▶ **Saved entries**
++++++++++++++++++++

def test_browser_from_disk_and_phone(browser, built: Path) -> None:  # type: ignore[no-untyped-def]
    """The site as a user opens it from disk (file:// pages: no web worker, no fetch), on a wide and a phone
    screen."""
    from selenium.webdriver.common.by import By
    from selenium.webdriver.support import expected_conditions as ec
    from selenium.webdriver.support.ui import WebDriverWait

    ARTIFACTS.mkdir(exist_ok=True)
    driver = browser
    html = (built / "html").as_uri()
    # search typed and answered on a page opened from disk, from the home page and from a nested page
    found = _search(driver, f"{html}/index.html", "desktop", "tests/basket-bar.html")
    assert all(link.startswith("file://") for link in found)
    driver.save_screenshot(str(ARTIFACTS / "search-from-disk.png"))
    driver.find_element(By.CSS_SELECTOR, "#archive-search-results a[href*='tests/']").click()
    WebDriverWait(driver, 10).until(ec.url_contains("/tests/"))
    # a word the records do not use, found through its synonym (postage ~ delivery), from a nested page
    found = _search(driver, f"{html}/tests/basket-bar.html", "postage", "tests/basket-bar")
    assert all("/html/tests/" in link or "/html/themes/" in link or "/html/areas/" in link for link in found)
    box = driver.find_element(By.ID, "archive-search")
    box.clear()
    box.send_keys("zzzqqq")
    WebDriverWait(driver, 10).until(lambda d: "Nothing found" in d.find_element(By.ID, "archive-search-results").text)
    # the new theme (its only test failed a trust check) has its page, listed apart from the ranking
    driver.get(f"{html}/themes/index.html")
    driver.find_element(By.LINK_TEXT, "gift-wrapping").click()
    WebDriverWait(driver, 10).until(ec.title_contains("gift-wrapping"))
    assert driver.find_elements(By.PARTIAL_LINK_TEXT, "A handwritten gift note")
    # forest plot: every label inside the drawing (no title cut), each test row a link to its page
    driver.get(f"{html}/themes/shipping-cost.html")
    svg = driver.find_element(By.CSS_SELECTOR, ".chart svg")
    view_width = driver.execute_script("return arguments[0].viewBox.baseVal.width", svg)
    boxes = driver.execute_script(
        "return Array.from(arguments[0].querySelectorAll('text.forest-label, text.forest-note')).map(t => {"
        " const b = t.getBBox(); return [b.x, b.x + b.width, t.textContent]; })",
        svg,
    )
    assert len(boxes) >= 5
    for left, right, text in boxes:
        assert left >= 0 and right <= view_width, f"label {text!r} spans {left:.0f}..{right:.0f} of {view_width}"
    labels = [text for _, _, text in boxes]
    assert any("Threshold bar, second round" in t for t in labels)
    links = driver.find_elements(By.CSS_SELECTOR, ".chart svg a")
    assert len(links) == 3
    driver.save_screenshot(str(ARTIFACTS / "forest.png"))
    driver.execute_script("arguments[0].dispatchEvent(new MouseEvent('click', {bubbles: true}))", links[1])
    WebDriverWait(driver, 10).until(ec.url_contains("/tests/"))
    # a phone: nothing wider than the screen; tables and charts scroll inside their own box, charts unscaled
    driver.set_window_size(390, 900)
    for page in (
        "index.html",
        "tests/index.html",
        "tests/basket-bar.html",
        "themes/shipping-cost.html",
        "learnings.html",
    ):
        driver.get(f"{html}/{page}")
        width, inner = driver.execute_script("return [document.body.scrollWidth, window.innerWidth]")
        assert width <= inner, f"{page}: body {width} px wide on a {inner} px screen"
        for chart in driver.find_elements(By.CSS_SELECTOR, ".chart svg, img[src$='.svg']"):
            shown, natural = driver.execute_script(
                "const c = arguments[0]; return [c.getBoundingClientRect().width,"
                " c.tagName === 'IMG' ? c.naturalWidth : c.viewBox.baseVal.width]",
                chart,
            )
            assert shown >= natural - 0.5, f"{page}: a chart is scaled down, its text below 11 px"
        driver.save_screenshot(str(ARTIFACTS / f"phone-{page.replace('/', '-').removesuffix('.html')}.png"))


# --- hostile record text (issue 14): every field that reaches a page carries an attribute-list payload ---------

PAYLOADS = {  # field of tests/fixtures/site-archive/hostile-names.yaml -> (text, a page that shows it)
    "title": ("Logos { tabindex=1 autofocus=1 onfocus=document.body.remove() }", "tests/hostile-names.html"),
    "owner": ("Owner { autofocus=1 onfocus=alert(13) }", "tests/hostile-names.html"),
    "page area": ("Area { tabindex=1 autofocus=1 onfocus=alert(14) }", "tests/index.html"),
    "theme": ("Theme { tabindex=1 autofocus=1 onfocus=alert(15) }", "learnings.html"),
    "tag": ("Tag { autofocus=1 onfocus=alert(16) }", "tags.html"),
    "control arm": ("Control { autofocus=1 onfocus=alert(17) }", "tests/hostile-names.html"),
    "segment dimension (plan.segments)": ("Device { autofocus=1 onfocus=alert(19) }", "tests/hostile-names.html"),
    "segment": ("Mobile { autofocus=1 onfocus=alert(20) }", "tests/hostile-names.html"),
    "plan prior source": ("Prior { autofocus=1 onfocus=alert(21) }", "tests/hostile-names.html"),
    "decision rationale": ("Rationale { autofocus=1 onfocus=alert(22) }", "tests/hostile-names.html"),
    "learning": ("Learning { tabindex=1 autofocus=1 onfocus=alert(23) }", "learnings.html"),
    "link label": ("Link { autofocus=1 onfocus=alert(24) }", "tests/hostile-names.html"),
    "hypothesis (code fence)": ("~~~ { autofocus=1 onfocus=alert(26) }", "tests/hostile-names.html"),
    "arm that climbs out": ("../../../../../../outside", "tests/hostile-names.html"),
}
# The only such attributes the site writes: the theme's dialogs (tabindex="-1") and our sortable headers ("0").
TEMPLATE_ATTRIBUTES = {("div", "tabindex", "-1"), ("th", "tabindex", "0")}  # the theme's; our sortable headers


class _Page(HTMLParser):
    """Visible text (entities decoded, as a browser shows it) and every event-handler, autofocus or tabindex."""

    def __init__(self) -> None:
        super().__init__(convert_charrefs=True)
        self.text: list[str] = []
        self.risky: list[tuple[str, str, str]] = []
        self.scripts: list[str] = []

    def handle_starttag(self, tag: str, attrs: list[tuple[str, str | None]]) -> None:
        for name, value in attrs:
            if name.startswith("on") or name in ("autofocus", "tabindex"):
                self.risky.append((tag, name, value or ""))
            if tag == "script" and name == "src" and value:
                self.scripts.append(value)

    def handle_data(self, data: str) -> None:
        self.text.append(data)


def _parse(path: Path) -> _Page:
    page = _Page()
    page.feed(path.read_text(encoding="utf-8"))
    return page


def test_md_text_escapes_attribute_lists_for_python_markdown() -> None:
    import markdown  # the reference renderer MkDocs uses (Python-Markdown), with attr_list on as the worst case

    payload = PAYLOADS["title"][0]
    assert md_text(payload) == "Logos \\{ tabindex=1 autofocus=1 onfocus=document.body.remove() \\}"
    for line in (f"# {md_text(payload)}", f"| a |\n|---|\n| {md_text(payload)} |", md_text("~~~ {onclick=x}")):
        rendered = markdown.markdown(line, extensions=["attr_list", "tables", "fenced_code", "toc"])
        assert "onfocus=" not in rendered.replace("onfocus=document", "") and 'autofocus="' not in rendered
        assert "<pre" not in rendered and 'onclick="' not in rendered
    assert "\x02" not in md_text("a\x02b\x03c")  # Python-Markdown's placeholder markers cannot be forged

++++++++++++++++++++

▶ **Your goal**
Tally the lines of the records above that contain the word "postage". Give only the total.

▶ **Output for this exercise**
2